MY TWINBOOM YAGIS FOR 50 MHZ

 

         Here you can see my twinboom (double boom) yagi antenna models for 50 MHz. It is up to you to choose one of them to build. What is the twinboom antenna, you can find on my page "My twinboom antenna for 144 MHz".

        When the 50 MHz band is considered, one thing is different regarding higher bands. That is noise. There is much, much more noise on this band, coming from all around, which makes low antenna temperature unimportant. However, I still insist on low temperature characteristics.

        The basic favour of low temperature antenna is that energy is more concentrated in wanted direction. The main lobe, in this way, gives more gain or wider pattern. Therefore, noiseless reception (which is lost on 50 MHz due to high level of sky and earth natural noise) is not the only advantage of low temperature antenna.

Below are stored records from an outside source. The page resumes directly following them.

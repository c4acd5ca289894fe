/**
 * Picks of one candidate event over its sites, using what the network knows as a whole.
 *
 * The per-site pickers (onset.ts) look near one trigger. Two things go wrong there on local events
 * with weak P: the trigger (and so the "P" pick) comes on S when P is below the trigger level, and
 * a site whose P never reached the trigger level gets no pick at all. This module adds three steps
 * (Daybreak's rules, measured on the synthetic nights of test/bench/accuracy.bench.ts):
 *
 * 1. Phase check by particle motion: P arrives near-vertically at the surface (low-velocity ground
 *    bends rays towards the vertical), so its energy is mostly on the vertical; S energy is mostly
 *    horizontal. The horizontal share of the energy in the `shareSeconds` after an onset, each
 *    channel's pre-onset noise energy removed (`horizontalShare`), tells them apart; above
 *    `sShare` the onset is taken as S. A site without horizontals has no particle motion: its onset
 *    is taken as S when it comes later than more than half of the other sites' onsets allow for a
 *    P (tooLateForP: the bound of networkFirst). (Three-component polarization to tell P from S is
 *    a published idea: e.g. Cichowicz, 1993, BSSA 83(1), 180-189 - from memory.)
 * 2. An onset taken as S is picked as S (joint AIC of the horizontals around it), and P is sought
 *    before it: AIC on the vertical from `maxSMinusP` seconds before S (but not before the time the
 *    sites whose onsets were taken as P allow: their P less distance / vMin less slack) to 0.2 s
 *    before S. A P found there with SNR below `minSnr` is dropped (the S pick stays).
 * 3. Sites of the event without a trigger: the network's first P bounds where their first arrival
 *    can be (no later than distance / vMin after it, Fermat as in coincidence.ts); a lower trigger
 *    level (`retrigger`) on the STA/LTA ratio of that window, run from `lta` seconds before it,
 *    finds the onset, and the same steps 1-2 apply. A pick whose SNR is below `minSnr` is dropped.
 *
 * S at every site with horizontals then uses pickS with the S window bounded by the network's first
 * P: the origin time t0 lies in [tP_first - firstTravelMax, tP_first], so the P travel time at site i
 * lies in [tP_i - tP_first, tP_i - tP_first + firstTravelMax]. That bound holds for events within
 * about firstTravelMax seconds of P travel from the network. For events farther out (a regional event
 * whose Sn comes 25 s after Pn), the caller may pass `earliestOrigin`: given the P picks, it returns the
 * earliest t0 they allow (e.g. from a P-only location); when that is earlier than tP_first -
 * firstTravelMax, the upper bound of the P travel time grows to tP_i - t0, so the S window extends
 * with distance while a near event keeps its window. Such a distant event is taken to lie at least
 * firstTravelMax / 2 of P travel away (its lower bound too), so S is not sought in the P coda; and a
 * site without P whose onset taken as S comes no later than the network's P allows there (the
 * anchors' P plus distance / vMin plus slack) gets no S: that onset is P. (On generated regional
 * events the S of two sites had been picked on P, about 26 s early.)
 *
 * 4. P and S of a distant event re-read in a wider band. When the caller's `earliestOrigin` widened
 *    the S window (the event lies beyond firstTravelMax of P travel), each P pick is read again on the
 *    site's `distantVertical` (AIC from `distantP.before` seconds before it to `distantP.after` after
 *    it), then S is picked after that P as above and read again on the site's `distantHorizontals`
 *    (the same joint AIC from `distantS.before` seconds before the first S pick to `distantS.after`
 *    after it), when the site gives them: the traces with only a high-pass (the scan's: 1 Hz, order
 *    2, below which the microseism lies). A re-read pick replaces the first one when its SNR reaches
 *    `minSnr`. Why: after a few hundred km of attenuation (t* of S about 0.25 s at 250 km for
 *    Q = 250) the S pulse is emergent, and a causal attenuation operator sends its highest
 *    frequencies first; a band's upper corner (15 Hz for the local band) delays the rise the AIC
 *    sees, a high-pass alone keeps it. On generated regional events 136-300 km away
 *    (test/core/scan/regionalEvents.ts, Daybreak's measurements; filter and window chosen on three
 *    seeds, checked on four others), with the generator's attenuation of 2026-12-02 (Q constant up
 *    to 100 Hz whatever the sample rate, core/synth/pulse.ts), the re-read moved the median S error
 *    from 0.18-0.31 s late to 0.15-0.26 s late, S within 0.20 s from 13 to 27 of 39 sites (held out:
 *    16 to 36 of 52), and P within 0.05 s from 2 to 9 of 42 (held out: 3 to 21 of 56). The S front
 *    of such an event comes 0.15-0.2 s before the first per cent of the pulse, below any noise, and
 *    the AIC pick lies where the trace first leaves the noise (a step back from it to where a
 *    trailing 0.02-0.2 s energy envelope first exceeds 2-5 times its pre-pick mean changed P within
 *    0.05 s and S within 0.10 s by at most one site each on seeds 31-33, and was left out). What
 *    brings those picks closer is onset.ts's lead of slow onsets, which moves a pick ahead by the
 *    time its first swing keeps steepening (README, "Picking accuracy", for the figures).
 */
import type { Micros } from '../time';
import { pickP, pickS, type OnsetOptions, type SWindowOptions } from './onset';
import { siteDistanceKm, type SitePosition } from './coincidence';
import { staLtaRatio, type StaLtaOptions, LOCAL_EARTHQUAKE_STA_LTA } from './staLta';
import type { Pick, Trace } from './types';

        Because noise characteristics are not important, Tsky and Tearth are omitted. Instead, I give the data of main lobe width

        Here the twinboom antennas are placed into VE7BQH G/T table where they belong according to their length, so that they can be compared with antennas of different authors. You can see that the twinbooms are better for 1 to 2 dB (sometimes even more!) than the classic style yagis.

        Some words about construction: Just look at the photo on my page http://www.qslnet.de/member1/yu7xl/my_tween_boom_yagi_antennas_for.htm

and everything will be clear. Both booms should be bent toward each other, following dimensions given for the particular antenna. A small error in bending is negligible, but positions of elements must be precisely marked on the central boom and, at right angles, projected on the upper and lower booms. For short antennas,  up to some 7 meters length, booms can be made of tinny aluminum tubes (25 mm). No fear, the construction will be strong enough. For longer antennas, use thicker tubes.

        The radiator is in form of double rectangle. For every particular antenna, it is separately described. The joints should be welded or hard soldered. The impedance at the feeding points is 200 Ohm. You can bring a 50 Ohm coaxial cable to the feed points and apply a 1/2λ simetrizing baloon.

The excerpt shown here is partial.